# --- the preview render (render worker side; imports Mitsuba) -------------------------------------------------------


def _asset_parts(
    *,
    kind: str,
    class_name: str,
    mesh_path: str | None,
    unit: str,
    up_axis: str = "z",
    front: str = "",
    look: str = "randomize",
) -> list[Any]:
    """The asset's parts (``render.assets.Part``) in its local frame: front +y, z up."""
    import numpy as np

    from render import assets  # deferred: keeps render.assets (trimesh, scipy) out of the web process

    if kind == "mesh":
        if mesh_path is None:
            raise ValueError(f"mesh asset {class_name!r} has no mesh file")
        spec = assets.user_asset_spec(
            mesh_path,
            class_name,
            "floor",
            np.random.default_rng(7),
            unit=unit,
            up_axis=up_axis or "z",
            front=front or None,
            look="keep" if look == "keep" else "randomize",
        )
        if look != "keep":
            # A random colour would say nothing about the model; the preview shows its shape in a neutral grey.
            spec["materials"] = {"body": {"kind": "diffuse", "rgb": [0.55, 0.6, 0.62], "roughness": 1.0}}
        return assets.build_asset_parts(spec)
    spec = assets.sample_asset(class_name, np.random.default_rng(7))
    return assets.build_asset_parts(spec)


#: Where the preview camera sits, as a multiple of the asset's bounding radius from its centre: in front (+y, the
#: local frame's front), a little to the right and above, so the front fills the view and the top still shows.
PREVIEW_EYE_DIRECTION = (0.45, 2.6, 0.9)


def render_asset_preview(
    *,
    asset_pk: int,
    kind: str,
    class_name: str,
    mesh_path: str | None = None,
    unit: str = "auto",
    variant: str | None = None,
    up_axis: str = "z",
    front: str = "",
    look: str = "randomize",
) -> Path:
    """Render a 128×128 studio view of one asset from its front (local +y) under a sky and a key light to
    preview.png, with the model's own materials when its look is kept.

    Also writes info.json with the rendered instance's extents. Runs in a render worker, never in the web server.
    """
    import numpy as np
    import trimesh

    # deferred: Mitsuba loads in the worker that renders the preview, not the web process
    from render.backend import init_renderer

    init_renderer(variant=variant)
    import mitsuba as mi

    from render import scene as render_scene  # deferred: keeps the renderer (render.scene) out of the web process
    from render import srgb  # deferred: keeps the render core out of the web process

    parts = _asset_parts(
        kind=kind, class_name=class_name, mesh_path=mesh_path, unit=unit, up_axis=up_axis, front=front, look=look
    )
    # trimesh annotates concatenate() as returning Geometry; Trimesh parts concatenate to a Trimesh.
    combined = cast(trimesh.Trimesh, trimesh.util.concatenate([p.mesh for p in parts]))
    low, high = combined.bounds
    centre = (low + high) / 2
    radius = float(np.linalg.norm(high - low)) / 2 or 0.5
    eye = centre + radius * np.array(PREVIEW_EYE_DIRECTION)
    scene: dict[str, Any] = {
        "type": "scene",
        "integrator": {"type": "path", "max_depth": 4},
        "sensor": {
            "type": "perspective",
            "fov": 40.0,
            "to_world": mi.ScalarTransform4f().look_at(origin=eye.tolist(), target=centre.tolist(), up=[0, 0, 1]),
            "film": {"type": "hdrfilm", "width": PREVIEW_PX, "height": PREVIEW_PX, "pixel_format": "rgb"},
            "sampler": {"type": "independent", "sample_count": PREVIEW_SPP},
        },
        "sky": {"type": "constant", "radiance": {"type": "rgb", "value": [0.55, 0.6, 0.62]}},
        "key": {"type": "directional", "direction": [-0.4, -0.6, -1.0], "irradiance": {"type": "rgb", "value": 2.2}},
        "floor": {
            "type": "rectangle",
            "to_world": mi.ScalarTransform4f().translate([centre[0], centre[1], low[2]])
            @ mi.ScalarTransform4f().scale(radius * 6),
            "bsdf": {"type": "diffuse", "reflectance": {"type": "rgb", "value": [0.55, 0.6, 0.62]}},
        },
    }
    for i, part in enumerate(parts):
        material = part.material
        bsdf = mi.load_dict(render_scene.bsdf_dict(material))
        scene[f"part{i}"] = render_scene.mesh_from_arrays(
            f"part{i}", part.mesh.vertices, part.mesh.faces, bsdf, uv=material.get("uv")
        )
    image = np.asarray(mi.render(mi.load_dict(scene)))
    rgb8 = (np.clip(srgb.encode(np.clip(image, 0, 1)), 0, 1) * 255 + 0.5).astype(np.uint8)
    folder = asset_dir(asset_pk)
    folder.mkdir(parents=True, exist_ok=True)
    write_image(preview_path(asset_pk), rgb8)
    info = asset_info(asset_pk)
    info.setdefault("extents_m", [round(float(v), 4) for v in combined.extents])
    info.setdefault("faces", int(len(combined.faces)))
    write_asset_info(asset_pk, info)
    return preview_path(asset_pk)


def render_preview_for(asset: Any) -> Path:
    """:func:`render_asset_preview` for an :class:`assets.models.Asset` row."""
    from django.conf import settings

    mesh_path = str(Path(settings.MEDIA_ROOT) / asset.mesh_file.name) if asset.mesh_file else None
    return render_asset_preview(
        asset_pk=asset.pk,
        kind=asset.kind,
        class_name=asset.object_class.name,
        mesh_path=mesh_path,
        unit=asset.mesh_unit,
        up_axis=asset.up_axis or "z",
        front=asset.front or "",
        look=asset.look or "randomize",
    )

- [PROBLEM DESCRIPTION] Go through the entries above and pull out each line with "unit" in it.

- [THE COMPLETED TASK]
    unit: str,
            unit=unit,
    unit: str = "auto",
        kind=kind, class_name=class_name, mesh_path=mesh_path, unit=unit, up_axis=up_axis, front=front, look=look
        unit=asset.mesh_unit,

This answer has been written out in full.